Seorang kesatria. Aura.

Kedua kata itu tertanam dalam mimpi anak itu.

“Ambil semuanya.”

“Apa?”

“Dendengnya.”

Vlad menyerahkan kantong berisi dendeng dengan cepat, kalau-kalau Stanga akan mengatakan sesuatu yang lain.

“Kesatria hanya mengambil imbalan yang adil, nak.”

“Jadi haruskah aku mengambil sebagian?”

Atas kata-kata Vlad, Stanga dengan cepat merebut kantong itu.

“Terkadang kau perlu menyemangati diri.”

Vlad menyaksikan Stanga dengan mata berbinar, dan dia merasakan hatinya berdebar kencang.

Dia benar-benar bisa melihatnya—esensi para kesatria, aura.

Untuk itu, tidak sia-sia mengorbankan dendeng yang dibuat langsung oleh Zipfel.

Stanga merasa terbebani oleh tatapan berbinar Vlad, dan membersihkan tenggorokannya sebelum berbicara.

“Baiklah, perhatikan baik-baik.”

Vlad menerima dendeng yang sedang dipanggang Stanga dengan mata berbinar.

Stanga menghunus pedangnya dengan kedua tangan kosong.

Pedang yang terawat baik itu keluar dengan lancar dan senyap. Seolah-olah seorang wanita berbudi mengulurkan tangannya dengan malu-malu.

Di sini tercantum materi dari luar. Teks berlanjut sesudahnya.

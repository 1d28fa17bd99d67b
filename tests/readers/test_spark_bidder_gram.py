"""Bidder clustering on Spark without the bidders on the driver (`readers/spark_bidder_gram.py`), and its failures.

The Spark engine adds each bidder's sums across shards on the executors and sends the driver one
``(K + 1) x (K + 1)`` Gram form per partition. The steps are checked here without Spark against
the plain formula (``gram_of(bidder_totals(pieces))``, Cameron & Miller 2015, the cluster-robust
sandwich as a sum of outer products), then on Spark with about two million distinct bidder ids
under Spark's default driver settings (1 GiB of driver heap; the per-bidder sums of that many
bidders used to end in ``java.lang.OutOfMemoryError`` while the driver served them to Python),
and two real failures of a small session must each end in one line naming the cause.

Tolerances: the Gram route adds the same numbers as the per-bidder route in another order, so
the two agree to rounding: 1e-12 relative without Spark (a few hundred additions of doubles,
each off by at most 2**-53), 1e-9 relative across engines, as in `test_spark_shards.py`.
"""

from __future__ import annotations

import os
import subprocess
import sys

import numpy as np
import pandas as pd
import pyarrow as pa
import pytest
import scipy.stats as st
import yaml

from counterbid.estimators import (
    bidder_totals, combine_pieces, gram_of, parse_experiments, prepare_bids, simulate_experiment, stratum_pieces,
)
from counterbid.readers.engines import LocalEngine, estimate_bid_log
from counterbid.readers.id_hashes import fnv1a_64
from counterbid.readers.spark_bidder_gram import (
    bidder_buckets, bidder_keys, bidder_rows, bidder_table, combined_gram, combined_grams, partition_gram,
)
from counterbid.readers.spark_shards import _answer_schema

SPEC = """experiments:
  - id: ledges
    control_arm: flat
    arms:
      - {name: flat, share: 0.55, position_weights: [0.33, 0.16, 0.06]}
      - {name: tiered, share: 0.45, position_weights: [0.36, 0.12, 0.04]}
    what_if:
      - {name: shallow, position_weights: [0.34, 0.14, 0.05]}
"""
EXPERIMENT = parse_experiments(yaml.safe_load(SPEC))["ledges"]
NUMBERS = ["estimate", "std_error", "ci_low", "ci_high"]
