@dataclass(frozen=True)
class _GspBidFunction(BidFunction):
    """``b(q) = v(q) x'(q)/D(q) + S(q)``: the value part exact at any ``q``, the smooth rest ``S``
    (bounded even when values are not) interpolated on the grid. ``rule=None``: ``b = v`` (vcg)."""

    rest: np.ndarray = None
    values: object = None
    rule: AllocationRule = None

    def __call__(self, q) -> np.ndarray:
        q = np.asarray(q, dtype=float)
        if self.rule is None:  # vcg: b = v
            return self.values.ppf(q)
        rest = interpolate.PchipInterpolator(self.grid, self.rest)(q)
        return self.values.ppf(q) * _gsp_value_factor(self.rule, q) + rest


def _gsp_bid_function(values, rule: AllocationRule, q: np.ndarray, r: float) -> BidFunction:
    """Forward solution of the generalized-second-price Volterra equation on ``q`` (``q[0] = q*``).

    State: ``beta_k(q) = B_k(q) / q^m`` (``m = n - k``), a weighted mean of ``b`` below ``q``
    (plus the floor's share), so nothing under- or overflows near ``q = 0``. With
    ``e_k = W_k c_k (k-1) (1-q)^(k-2) q^m / D`` (``sum_k e_k = 1 - x'/D <= 1``) the equation reads
    ``b = v x'/D + S``, ``S = sum_k e_k beta_k``. Over a step ``[q0, q1]`` the value part
    ``v x'/D`` is integrated by 16-point Gauss-Legendre (never at ``q = 1``, where unbounded values
    are infinite) and ``S`` as a linear function, so
    ``beta_k(q1) = rho^m beta_k(q0) + m/q1^m int v x'/D s^(m-1) + S0 (1 - rho^m - G_k) + S1 G_k``
    (``rho = q0/q1``), linear in ``S1``: each step solves one scalar equation.
    """
    n = rule.n_bidders
    if n == 1:  # the price is the floor whatever the bid: bidding the value is weakly dominant, b = v
        return _GspBidFunction(grid=q, bids=_values_at(values, q), rest=np.zeros_like(q), values=values)
    w = rule.position_weights
    if not np.any(w[: n - 1] > 0):
        raise InputError("gsp: no position above the last is shown, so no bid is ever priced")
    k_all = np.arange(1, n + 1)
    c = special.comb(n - 1, k_all - 1)
    qc = np.clip(q, _Q_LO, _Q_HI)
    lq, l1q = np.log(qc)[:, None], np.log1p(-qc)[:, None]
    log_d = _gsp_log_d(rule, q)
    ke = np.arange(2, n + 1)
    with np.errstate(divide="ignore"):
        log_e = np.log(w[ke - 1] * c[ke - 1] * (ke - 1)) + (ke - 2) * l1q + (n - ke) * lq - log_d[:, None]
    e = np.exp(log_e)  # (K+1, n-1), columns k = 2..n
    e_top, e = e[:, -1], e[:, :-1]  # k = n (m = 0: B_n = r) and k = 2..n-1
    m = (n - ke[:-1]).astype(float)
    q0, q1 = q[:-1, None], q[1:, None]
    with np.errstate(divide="ignore"):
        log_rho = np.log(q0 / q1)
    one_minus = -np.expm1(m * log_rho)  # 1 - rho^m
    one_minus_1 = -np.expm1((m + 1) * log_rho)
    g = (q1 * m / (m + 1) * one_minus_1 - q0 * one_minus) / (q1 - q0)
    keep = 1.0 - one_minus  # rho^m
    # m / q1^m int_{q0}^{q1} v x'/D s^(m-1) ds on every step, by Gauss-Legendre.
    nodes, wts = _nodes(q)  # (K, 16)
    vr = values.ppf(nodes) * _gsp_value_factor(rule, nodes)
    scaled = np.exp((m - 1) * np.log(nodes)[..., None] - m * np.log(q1)[..., None])  # (K, 16, n-2)
    value_part = m * np.einsum("kj,kjm->km", wts * vr, scaled)
    v_term = _values_at(values, q) * _gsp_value_factor(rule, q)
    rest = np.empty_like(q)
    if q[0] > 0:  # floor: B_k(q*) = r q*^m, and b(q*) = r
        state = np.full(m.size, r)
        rest[0] = e_top[0] * r + e[0] @ state
    else:  # beta_k(0) = b(0) / m
        rest[0] = (e_top[0] * r + (e[0] @ (1.0 / m)) * v_term[0]) / (1.0 - e[0] @ (1.0 / m)) if m.size else e_top[0] * r
        state = (v_term[0] + rest[0]) / m
    for i in range(1, q.size):
        p = keep[i - 1] * state + value_part[i - 1] + rest[i - 1] * (one_minus[i - 1] - g[i - 1])
        ei = e[i]
        rest[i] = (e_top[i] * r + ei @ p) / (1.0 - ei @ g[i - 1])
        state = p + g[i - 1] * rest[i]
    return _GspBidFunction(grid=q, bids=v_term + rest, rest=rest, values=values, rule=rule)

def _per_bidder_integral(values, integrand_of_q, grid_intervals: int = _GRID, lower: float = 0.0) -> float:
    q = np.arange(grid_intervals + 1) / grid_intervals
    if lower > 0:
        q = lower + (1.0 - lower) * q
    r, wts = _nodes(q)
    return float(np.sum(wts * values.ppf(r) * integrand_of_q(r)))


def _strata(n_bidders) -> dict[int, float]:
    if isinstance(n_bidders, Mapping):
        total = float(sum(n_bidders.values()))
        return {int(k): float(p) / total for k, p in n_bidders.items()}
    return {int(n_bidders): 1.0}
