def reap_orphans(earlier: set[int], timeout: float = 120.0) -> tuple[float, bool]:
    """Wait for every child of this process not in ``earlier`` (the orphans a command left behind).

    Returns their CPU seconds (user + sys, with what they reaped) and whether all ended in time;
    children this process had before (``earlier``) are left to whoever started them.
    """
    cpu, deadline = 0.0, time.monotonic() + timeout
    while True:
        left = _children() - earlier
        if not left:
            return cpu, True
        for pid in left:
            try:
                done, _, usage = os.wait4(pid, os.WNOHANG)
            except ChildProcessError:
                continue
            if done:
                cpu += usage.ru_utime + usage.ru_stime
        if time.monotonic() > deadline:
            return cpu, False
        time.sleep(0.05)


def run_child(argv: list[str], *, env: dict | None = None, timeout: float = 3600, tree: bool = False) -> dict:
    """Run ``argv`` as a child; wall seconds, CPU seconds, peak RSS (MiB) from wait4, and its JSON stdout.

    ``cpu`` is the user + system time of the whole process tree: the child with what it reaped, plus
    (this process being a subreaper, :func:`become_subreaper`) every orphan it left, such as the JVM
    of a PySpark driver (``cpu_orphans``: that part; ``cpu_complete``: False if an orphan outlived the
    wait). With ``tree=True`` also the peak memory of the child and all its descendants
    (:class:`ProcessTreeMemory`: ``tree_pss_mib``, ``tree_rss_mib``, ``tree_processes``,
    ``peak_rss_by_role_mib``). The 1-minute load average before and after is ``load``.
    A failed child raises ``SystemExit`` whose last line is the child's last line of stderr followed
    by its exit code, CPU seconds and peak memory.
    """
    subreaper, earlier = become_subreaper(), _children()
    load_before = os.getloadavg()[0]
    before = resource.getrusage(resource.RUSAGE_CHILDREN)
    started = time.perf_counter()
    with tempfile.TemporaryFile("w+") as out, tempfile.TemporaryFile("w+") as err:
        proc = subprocess.Popen(argv, stdout=out, stderr=err, env=env, text=True)
        sampler = ProcessTreeMemory(proc.pid) if tree else None
        _, status, usage = os.wait4(proc.pid, 0)
        wall = time.perf_counter() - started
        orphans_cpu, complete = reap_orphans(earlier) if subreaper else (0.0, False)
        sampled = sampler.stop() if sampler else {}
        proc.returncode = os.waitstatus_to_exitcode(status)
        out.seek(0), err.seek(0)
        stdout, stderr = out.read(), err.read()
    after = resource.getrusage(resource.RUSAGE_CHILDREN)
    cpu = (after.ru_utime - before.ru_utime) + (after.ru_stime - before.ru_stime)
    result = {"wall": wall, "cpu": cpu, "cpu_orphans": orphans_cpu, "cpu_complete": complete,
              "rss_mib": usage.ru_maxrss / 1024.0, "load": (load_before, os.getloadavg()[0]),
              "stdout": stdout, "stderr": stderr, **sampled}
    if proc.returncode != 0:
        lines = [line for line in stderr.strip().splitlines() if line.strip()] or ["(no stderr)"]
        memory = f"; tree peak PSS {result['tree_pss_mib']:.0f} MiB" if tree else ""
        raise SystemExit(f"{' '.join(argv[:4])}... exited {proc.returncode}: {stderr[-2000:]}\n"
                         f"{lines[-1].strip()[:240]} [exit {proc.returncode} after {wall:.0f} s, CPU {cpu:.1f} s, "
                         f"peak RSS {result['rss_mib']:.0f} MiB{memory}]")
    try:  # a child's one JSON line, or a command's whole JSON output
        result.update(json.loads(stdout.strip().splitlines()[-1]))
    except (ValueError, IndexError):
        try:
            result.update(json.loads(stdout))
        except ValueError:
            pass
    return result
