def _both(spark, path, experiment="racks", **kw):
    """(local estimates, local warnings, spark estimates, spark warnings) of one input."""
    exp = EXPERIMENTS[experiment]
    with warnings.catch_warnings(record=True) as local_caught:
        warnings.simplefilter("always")
        local = estimate_bid_log(path, exp, **kw)
    with warnings.catch_warnings(record=True) as spark_caught:
        warnings.simplefilter("always")
        on_spark = estimate_bid_log(str(path), exp, engine=SparkEngine(spark), **kw)
    said = [[str(w.message) for w in caught if issubclass(w.category, EstimatorWarning)]
            for caught in (local_caught, spark_caught)]
    # nothing else reaches the caller either (PySpark's notice about pandas versions is silenced)
    assert [str(w.message) for w in spark_caught if not issubclass(w.category, EstimatorWarning)] == []
    return local, said[0], on_spark, said[1]


def _same_frames(local_result: ArmEstimates, spark_result: ArmEstimates, scenario: str) -> float:
    """Assert equal text columns and numbers to RTOL; the largest relative difference (printed for the record)."""
    local, on_spark = local_result.table, spark_result.table
    assert list(on_spark.columns) == list(local.columns)
    assert len(on_spark) == len(local) > 0
    numeric = local.select_dtypes("number").columns
    for name in local.columns.difference(numeric):
        assert on_spark[name].astype(str).tolist() == local[name].astype(str).tolist(), name
    largest = 0.0
    for name in numeric:
        a, b = local[name].to_numpy(float), on_spark[name].to_numpy(float)
        np.testing.assert_array_equal(np.isnan(a), np.isnan(b), err_msg=name)
        a, b = a[~np.isnan(a)], b[~np.isnan(b)]
        np.testing.assert_allclose(b, a, rtol=RTOL, atol=0, err_msg=name)
        scale = np.where(a == 0, 1.0, np.abs(a))
        largest = max(largest, float(np.max(np.abs(a - b) / scale, initial=0.0)))
    for key in ("cluster", "n_auctions", "n_bids", "n_excluded_auctions", "shards", "payment_rule", "floor", "quality",
                "strata", "confidence_level", "method_version", "segments"):
        assert getattr(spark_result, key) == getattr(local_result, key), key
    assert spark_result.engine == "spark" and local_result.engine == "local"
    print(f"\n[spark vs local] {scenario}: largest relative difference {largest:.3g}")
    return largest


def test_text_ids_repeating_bidders_and_many_shards(spark, tmp_path):
    bids = _log(n_bidders={3: 0.97, 6: 0.03}, bidder_pool=150)  # bidders meet again across auctions and shards
    bids["auction_id"] = "lot-" + bids["auction_id"].astype(str)
    bids["bidder_id"] = "vendor-" + bids["bidder_id"].astype(str)
    path = tmp_path / "bids.parquet"
    bids.to_parquet(path, index=False)  # `ds` as pandas' nanosecond timestamps, which Spark refuses by default
    local, local_said, on_spark, spark_said = _both(spark, path, max_bids_per_shard=1200)
    assert local.shards == 4
    assert local.cluster == "bidder"  # auto -> bidder: ids repeat across auctions
    _same_frames(local, on_spark, "text ids, bidders repeating, 4 shards")
    # the six-bidder stratum is small in every shard: the workers' warning reaches the driver, word for word
    assert spark_said == local_said and any("few_bids" in s and "shard 3" in s for s in spark_said)

    # the shard column itself, computed by the module's statement: the estimators' shard_of, row by row
    read = _read_parquet(spark, str(path), source=str(path), view="counterbid_test_bids")
    sharded = _with_shards(spark, read, shards=4, source=str(path)).select("auction_id", "shard", "bid_order")
    got = sharded.toArrow().to_pandas().sort_values("bid_order")
    assert got["bid_order"].tolist() == list(range(len(bids)))  # one file: the read order is the row number
    np.testing.assert_array_equal(got["shard"].to_numpy(), shard_of(bids["auction_id"], 4))
    assert got["auction_id"].tolist() == bids["auction_id"].tolist()
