def annotate_mechanism(doc: "Drawing", model: "DrawingModel", det, settings: Any = None) -> DrawingSummary:
    """Draw the mechanism modes of an unstable frame into an open document.

    Each mode is the frame displaced by the mode (scaled so the largest
    movement is about 10 % of the frame's size), drawn on the mechanism
    layer with circles at the nodes that move and a "mode k" label; a notes
    block explains the instability and carries the caution.
    """
    names = result_layer_names(settings)
    clear_result_layers(doc, names.values())
    prepare_layers(doc, names)
    geom = _frame_geom(model)
    size = geom.size
    h = float(f"{size * _TEXT_RATIO:.2g}")
    pen = _Pen(doc, size)
    frame = model.frame
    layer = names["mechanism"]
    xy = np.array([(n.x, n.y) for n in frame.nodes], dtype=float).reshape(-1, 2) / model.unit_scale
    modes = list(getattr(det, "modes", None) or [])
    drawn = 0
    for k, mode in enumerate(modes, start=1):
        mv = np.asarray(mode, dtype=float).reshape(len(xy), -1)[:, :2]
        mag = np.hypot(mv[:, 0], mv[:, 1])
        peak = float(mag.max()) if len(mag) else 0.0
        if not peak > 1e-12:
            continue
        moved = xy + mv * (_MECHANISM_TARGET * size / peak)
        for m in frame.members:
            pen.polyline([moved[m.start], moved[m.end]], layer, dashed=True)
        for nid in np.flatnonzero(mag > 1e-6 * peak):
            pen.circle(xy[nid], 0.6 * h, layer)
            pen.line(xy[nid], moved[nid], layer)
        top = int(np.argmax(mag))
        pen.text(f"mode {k}", moved[top] + np.array([0.0, 1.5 * h]), h, layer)
        drawn += 1
    legend = [("mechanism", f"mechanism: {drawn} mode(s) drawn displaced (largest movement "
                            f"{int(_MECHANISM_TARGET * 100)} % of the frame size); circles mark moving nodes")]
    involved = getattr(det, "nodes_involved", None) or []
    extra = []
    for k, nodes in enumerate(involved, start=1):
        pts = ", ".join(f"({frame.nodes[n].x / model.unit_scale:.4g}, {frame.nodes[n].y / model.unit_scale:.4g})"
                        for n in list(nodes)[:12])
        more = " ..." if len(nodes) > 12 else ""
        extra.append(f"Mode {k} moves nodes at {pts}{more} (drawing coordinates)")
    shown = "the frame is unstable: no results; the mechanism modes are drawn instead"
    x0 = geom.bounds[2] + 0.25 * size
    y = geom.bounds[3]
    pen.text("dxf2frame: unstable frame", (x0, y), 1.4 * h, names["notes"], style="D2F-NOTES",
             align=TextEntityAlignment.TOP_LEFT)
    y -= 2.6 * h
    for key, line in legend:
        pen.text(line, (x0, y), h, names[key], style="D2F-NOTES", align=TextEntityAlignment.TOP_LEFT)
        y -= 1.9 * h
    pen.notes(_notes_paragraphs(model, det, None, shown, extra), (x0, y - 0.8 * h), h,
              max(0.6 * size, 45 * h), names["notes"])
    return DrawingSummary(layers=names, text_height=h, entities=pen.count, shown=shown)


def write_mechanism_drawing(source: Path, out: Path, model: "DrawingModel", det, settings: Any = None, *,
                            document: "Drawing | None" = None) -> None:
    """Write a copy of ``source`` that shows the mechanism of an unstable
    frame (atomic); ``document`` as for :func:`write_result_drawing`."""
    source, out = Path(source), Path(out)
    _check_target(source, out)
    doc = document if document is not None else _load_source(source, settings)
    annotate_mechanism(doc, model, det, settings)
    with atomic_path(out) as tmp:
        doc.saveas(tmp)
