import ezdxf
import pytest
from hypothesis import given, settings as hsettings, strategies as st

from dxf2frame.cli import main
from dxf2frame.revisions import (
    FLOOR_FRACTION,
    MemberRef,
    compare_reports,
    comparison_table,
    convert_report,
    mark_changes,
    match_members,
    write_comparison,
)
from dxf2frame.errors import Dxf2FrameError

# -- synthetic reports from handbook formulas ---------------------------------------

E, I = 200e6, 8e-5  # kN/m^2, m^4 (a mid-size steel beam; values only feed the formula)


def ss_udl(w: float, L: float) -> dict[str, float]:
    """Simple beam, uniform load w over span L (AISC Steel Construction Manual,
    Beam Diagrams and Formulas, case 1; from memory): R = V = wL/2,
    M_max = wL^2/8 at midspan, deflection 5wL^4/(384EI)."""
    return {"V": w * L / 2, "M": w * L**2 / 8, "defl": 5 * w * L**4 / (384 * E * I), "R": w * L / 2}


def member(mid: str, start, end, *, layer: str = "FRAME", w: float = 0.0, n: float = 0.0) -> dict:
    L = math.dist(start, end)
    f = ss_udl(w, L)
    return {
        "id": mid, "layer": layer, "handle": mid.split("-")[0],
        "start": list(start), "end": list(end), "length": L,
        "n_min": -n, "n_max": 0.0, "v_min": -f["V"], "v_max": f["V"],
        "m_min": 0.0, "m_max": f["M"], "m_max_at": L / 2, "m_min_at": 0.0,
        "deflection_max": -f["defl"],
    }


def report(members: list[dict], reactions: list[dict] = (), *, source: str = "rev.dxf",
           units=("kN", "m"), kind: str = "case") -> dict:
    return {
        "schema": 1, "source": source, "units": {"force": units[0], "length": units[1]},
        "model": {"nodes": 0, "members": len(members), "supports": len(reactions), "hinges": 0, "loads": 0},
        "determinacy": {"status": "determinate", "degree": 0, "mechanisms": 0, "count_check": "", "detail": ""},
        "warnings": [],
        "results": [{"name": "D", "kind": kind, "reactions": list(reactions), "members": members, "probes": []}],
    }


def two_beams(w1: float, w2: float, source: str) -> dict:
    """Two 6 m simple spans side by side (0-6 and 6-12 m): spans are
    independent, so changing w1 changes only the first span and its two
    supports' share (reactions wL/2 each; AISC case 1, from memory)."""
    L = 6.0
    r1, r2 = ss_udl(w1, L)["R"], ss_udl(w2, L)["R"]
    reactions = [
        {"x": 0.0, "y": 0.0, "fx": 0.0, "fy": r1, "m": 0.0},
        {"x": 6.0, "y": 0.0, "fx": 0.0, "fy": r1 + r2, "m": 0.0},
        {"x": 12.0, "y": 0.0, "fx": 0.0, "fy": r2, "m": 0.0},
    ]
    return report([member("A1-1", (0, 0), (6, 0), w=w1), member("A2-1", (6, 0), (12, 0), w=w2)],
                  reactions, source=source)


# -- comparing -----------------------------------------------------------------------


def test_only_the_member_whose_load_changed_is_flagged():
    old, new = two_beams(10.0, 8.0, "a.dxf"), two_beams(12.0, 8.0, "b.dxf")
    cmp = compare_reports([old, new])
    (pair,) = cmp.pairs
    assert [m.new.id for m in pair.flagged_members] == ["A1-1"]
    ch = pair.flagged_members[0]
    assert ch.how == "same ends"
    assert ch.value("M").new == pytest.approx(12.0 * 36 / 8)  # wL^2/8, AISC beam formulas case 1 (from memory)
    assert ch.value("M").old == pytest.approx(10.0 * 36 / 8)  # wL^2/8, AISC beam formulas case 1 (from memory)
    assert ch.value("M").change == pytest.approx(0.2)  # (12 - 10) / 10: M is linear in w (same formula)
    assert ch.value("V").change == pytest.approx(0.2)  # V = wL/2 linear in w (AISC case 1, from memory)
    assert ch.value("deflection").change == pytest.approx(0.2)  # 5wL^4/384EI linear in w (AISC case 1, from memory)
    assert not ch.value("N").flagged
    # reactions: the left support (wL/2) and the middle one (w1L/2 + w2L/2) change; the right does not
    flagged_at = sorted(r.new_at for r in pair.flagged_reactions)
    assert flagged_at == [(0.0, 0.0), (6.0, 0.0)]
    mid = next(r for r in pair.reactions if r.new_at == (6.0, 0.0))
    assert mid.value("fy").new == pytest.approx(12.0 * 3 + 8.0 * 3)  # w1L/2 + w2L/2 (AISC case 1, from memory)
    assert not pair.new_members and not pair.removed_members


def test_threshold_decides_the_flag():
    old, new = two_beams(10.0, 8.0, "a.dxf"), two_beams(10.4, 8.0, "b.dxf")  # +4 %
    assert not compare_reports([old, new]).pairs[0].flagged_members  # 4 % < default 5 % (settings default)
    assert compare_reports([old, new], threshold=0.03).pairs[0].flagged_members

“Mengapa kau menutup mata kirimu?”

“Aku harus mengeluarkan dunianya sendiri dari kedalaman jiwaku.”

Vlad tidak mengerti kata-katanya dan hanya menyaksikan saat Stanga berdiri.

Seorang kesatria berdiri di bawah sinar bulan dengan api unggun di hadapannya. Namun, kehadirannya tidak tersembunyi bahkan di hadapan kedua cahaya ini.

Kesatria Stanga. Dia adalah seseorang yang tahu bagaimana mengeluarkan cahayanya sendiri.

“Lihat. Nak.”

Stanga mulai membisikkan sesuatu pada pedangnya sambil menciumnya.

Itu adalah percakapan dengan pedangnya dan semacam mantera untuk mewujudkan dunianya.

“Wah.”

Saat dia melakukannya, cahaya biru samar mulai berkilau dari pedangnya.

Itu redup dan samar, tetapi tidak diragukan lagi diselimuti cahaya bulan.

Bahkan Vlad, yang tidak tahu apa-apa, bisa mengenalinya.

Itu adalah dunia Stanga, dan itu juga dikenal sebagai aura.

“Sangat keren.”

Sesuatu mulai berkedip di mata biru Vlad saat dia memandang dunia Stanga.